Kisah Mbah Abdul
Karim Lirboyo Menolak Makan Tempe
Dahulu semasa Mbah
Abdul Karim Lirboyo masih menimba ilmu di pesantren, tempe merupakan makanan
istimewa. Siapa saja yang mampu berlauk tempe, maka ia terhitung santri yang
bertaraf ekonomi tinggi.
Apalagi jika datang
wali santri yang menjenguk anaknya dengan membawa nasi sambel lengkap dengan
tempe goreng. Sungguh, hari itu akan terkenang selama seminggu sebagai hari
terindah dengan makanan terlezat selama nyantri. Bisa diibaratkan, tempe masa
itu bak daging sapi masa kini.
Namun entah mengapa,
Kang Manab–begitu Mbah Karim Lirboyo biasa disapa–semasa mondoknya tak pernah
mau ketika ditawari untuk menyantap tempe. Ya, lauk terlezat yang sangat jarang
mampu disantap santri pada umumnya kala itu.
Entah itu ketika pas
kebetulan temannya sedang mayoran, atau pun ketika hari sedang baik karena ada
teman sekamar yang kiriman. Ia selalu menolak ketika ditawari makan tempe,
meski hanya sepotong sehingga akhirnya teman-teman seperjuangannya mengira bahwa
Kang Manab itu mengidap alergi pada makanan berbahan baku kedelai tersebut.
Waktu terus berlalu.
Kang Manab kini telah berubah menjadi kiai yang terkenal di daerah Kediri dan
sekitarnya. Kini, ia telah menjadi sosok kiai karismatik dengan nama Abdul
Karim, pendiri Pesantren Lirboyo Kediri Jawa Timur. Zaman pun semakin maju.

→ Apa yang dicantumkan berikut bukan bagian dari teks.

using System.Globalization;
using System.Text;
using WaveSim.Core.Analysis;
using WaveSim.Core.Pictures;
using WaveSim.Core.Rendering;

namespace WaveSim.Core.Reports;

/// <summary>
/// The data the interactive page draws, as JSON: each probe's voltage and current thinned to min/max pairs per pixel column
/// (<see cref="MinMaxColumns"/>), the full record when the page stays within its size budget (so a zoomed range is drawn
/// from every sample), the receiver thresholds, and the frames of the main line (its V(z) at each snapshot instant).
/// </summary>
public static class PageData
{
    /// <summary>Pixel columns of the thinned record: wider than any chart on the page.</summary>
    public const int Columns = 1600;

    /// <summary>Most positions kept along the line in a frame (min/max pairs over the rest).</summary>
    public const int FramePositions = 400;

    /// <summary>The JSON of one run (<see cref="PageRecord.Of"/>); the full record is carried when the whole stays under <paramref name="budgetBytes"/>.</summary>
    public static string Json(RunOutcome run, WaveformPicture picture, IReadOnlyList<string>? plot, long budgetBytes, bool currents = false) =>
        Json(PageRecord.Of(run, picture, plot, currents), budgetBytes);

    /// <summary>
    /// The JSON of <paramref name="record"/>: the thinned record always, the full record when the whole JSON stays under
    /// <paramref name="budgetBytes"/>.
    /// </summary>
    public static string Json(PageRecord record, long budgetBytes)
    {
        ArgumentNullException.ThrowIfNull(record);
        var traces = record.Traces;
        bool currents = traces.Count > 0 && traces.All(x => x.Amps is not null);
        var sb = new StringBuilder();
        sb.Append('{');
        Str(sb, "title", record.Title).Append(',');
        Num(sb, "stepS", record.StepS).Append(',');
        Num(sb, "durationS", record.Time[^1]).Append(',');
        sb.Append("\"currents\":").Append(currents ? "true" : "false").Append(',');
        sb.Append("\"currentsShown\":").Append(currents && record.CurrentsShown ? "true" : "false").Append(',');
        sb.Append("\"window\":[").Append(G(Math.Max(record.Window.Start, record.Time[0]), TimeFormat)).Append(',')
          .Append(G(Math.Min(record.Window.Stop, record.Time[^1]), TimeFormat)).Append("],");
        sb.Append("\"probes\":[");
        for (int i = 0; i < traces.Count; i++)
        {
            var p = traces[i];
            if (i > 0) sb.Append(',');
            sb.Append('{');
            Str(sb, "name", p.Name).Append(',');
            Str(sb, "at", p.At).Append(',');
            sb.Append("\"shown\":").Append(p.Shown ? "true" : "false");
            if (p.Thresholds is { } th)
                sb.Append(',').Append("\"vihV\":").Append(G(th.Vih)).Append(",\"vilV\":").Append(G(th.Vil));
            sb.Append('}');
        }
        sb.Append("],");
        var series = traces.Select(p => p.Volts).Concat(currents ? traces.Select(p => p.Amps!) : []).ToArray();
        var (t, v) = MinMaxColumns.Thin(record.Time, series, Columns);
        sb.Append("\"overview\":");
        Record(sb, t, v, traces.Count);
        sb.Append(',');
        Frames(sb, record);
        // The full record only where it fits: every sample for zoomed ranges, else the zoom draws the thinned record.
        var full = new StringBuilder();
        if (t.Length < record.Time.Length) Record(full, record.Time, series, traces.Count);
        bool fits = full.Length > 0 && sb.Length + full.Length + 16 < budgetBytes;
        sb.Append(",\"full\":").Append(fits ? full.ToString() : "null");
        sb.Append(",\"fullLeftOut\":").Append(full.Length > 0 && !fits ? "true" : "false");
        sb.Append('}');
        return sb.ToString();
    }

    static void Record(StringBuilder sb, double[] t, IReadOnlyList<double[]> series, int probes)
    {
        sb.Append("{\"t\":");
        Array(sb, t, TimeFormat);
        sb.Append(",\"v\":[");
        for (int i = 0; i < probes; i++) { if (i > 0) sb.Append(','); Array(sb, series[i]); }
        sb.Append("],\"a\":[");
        for (int i = 0; i < probes && series.Count > probes; i++) { if (i > 0) sb.Append(','); Array(sb, series[probes + i]); }
        sb.Append("]}");
    }

    static void Frames(StringBuilder sb, PageRecord r)
    {
        sb.Append("\"frames\":");
        if (r.FramePositions is not { } positions || r.FrameTimes is not { } times || r.FrameVolts is not { } rows0 || times.Length < 2) { sb.Append("null"); return; }
        var (z, rows) = MinMaxColumns.Thin(positions, rows0, FramePositions / 2);
        sb.Append("{\"z\":");
        Array(sb, z);
        sb.Append(",\"t\":");
        Array(sb, times, TimeFormat);
        sb.Append(",\"v\":[");
        for (int k = 0; k < rows.Length; k++) { if (k > 0) sb.Append(','); Array(sb, rows[k]); }
        sb.Append("]}");
    }

    static void Array(StringBuilder sb, IReadOnlyList<double> x, string format = "G6")
    {
        sb.Append('[');
        for (int i = 0; i < x.Count; i++) { if (i > 0) sb.Append(','); sb.Append(G(x[i], format)); }
        sb.Append(']');
    }

    // Instants keep nine digits: six would merge neighbouring steps of a long record.
    const string TimeFormat = "G9";

    /// <summary>Six significant digits: far finer than a pixel or the decimation, and a third of the round-trip length.</summary>
    static string G(double x, string format = "G6") => double.IsFinite(x) ? x.ToString(format, CultureInfo.InvariantCulture) : "null";

    static StringBuilder Num(StringBuilder sb, string key, double x) => sb.Append('"').Append(key).Append("\":").Append(x.ToString("R", CultureInfo.InvariantCulture));

    static StringBuilder Str(StringBuilder sb, string key, string value) =>
        sb.Append('"').Append(key).Append("\":").Append(System.Text.Json.JsonSerializer.Serialize(value));
}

Kesejahteraan rakyat juga mulai merata dengan meningkatnya taraf ekonomi
masyarakat pada masa itu.
Satu waktu, Kiai
Abdul Karim bertandang ke rumah salah satu teman seperjuangannya. Sudah barang
tentu, selain beramah tamah ada juga acara makan-makan yang telah dipersiapkan.
Di meja makan, telah
tersaji berbagai macam hidangan. Termasuk tempe, yang ketika mondok dahulu,
menjadi makanan terlezat bagi para santri. Tak ketinggalan berbagai macam sayur
mayur. Ada juga ingkung, seekor ayam yang dimasak utuh.
Ketika mulai
dipersilakan untuk menikmati hidangan, secara mengherankan Kiai Abdul Karim
mengambil nasi, sayur, dan juga tempe kemudian menyantapnya. Padahal, semasa
mondok dulu, Kiai Abdul Karim tak pernah sedikit juga melirik lauk kedelai yang
dijamurkan itu. Apalagi memakannya. Sontak sang kawan pun kaget. Diberanikanlah
ia untuk bertanya pada Kiai Abdul Karim.
"Lho, Mbah
sekarang doyan tempe tho?" sergahnya dengan penuh keheranan.
"Iya, karena
dahulu tempe menjadi makanan terlezat. Hatiku pun sangat menginginkannya. Tapi
tak kuturuti. Dan sekarang, di samping tempe ada hal lain yang lebih diinginkan
oleh hatiku, yaitu opor ayam itu. Oleh karenanya, aku memilih tempe. Semua itu
kulakukan tidak lain adalah dalam rangka melatih hawa nafsu. Melatih diriku
agar tidak menuruti syahwat duniawi (kesenangan dunia)," tutur Mbah Abdul
Karim menjelaskan.
Demikianlah laku
salafus salih, ulama shalih terdahulu. Tidak hanya ketika beribadah mereka waspada
terhadap godaan hawa nafsu, melainkan di setiap sisi aktivitasnya selalu
disandarkan pada kewaspadaan terhadap godaan setan. Bahkan dalam hal sekecil
makan yang sering diabaikan. []
Dikisahkan oleh KH
Muhammad Shofi Al-Mubarok Pengasuh Pondok Pesantren Sirajuth Thalibin Brabo
yang juga alumnus Pesantren Lirboyo tahun angkatan 2007/2008.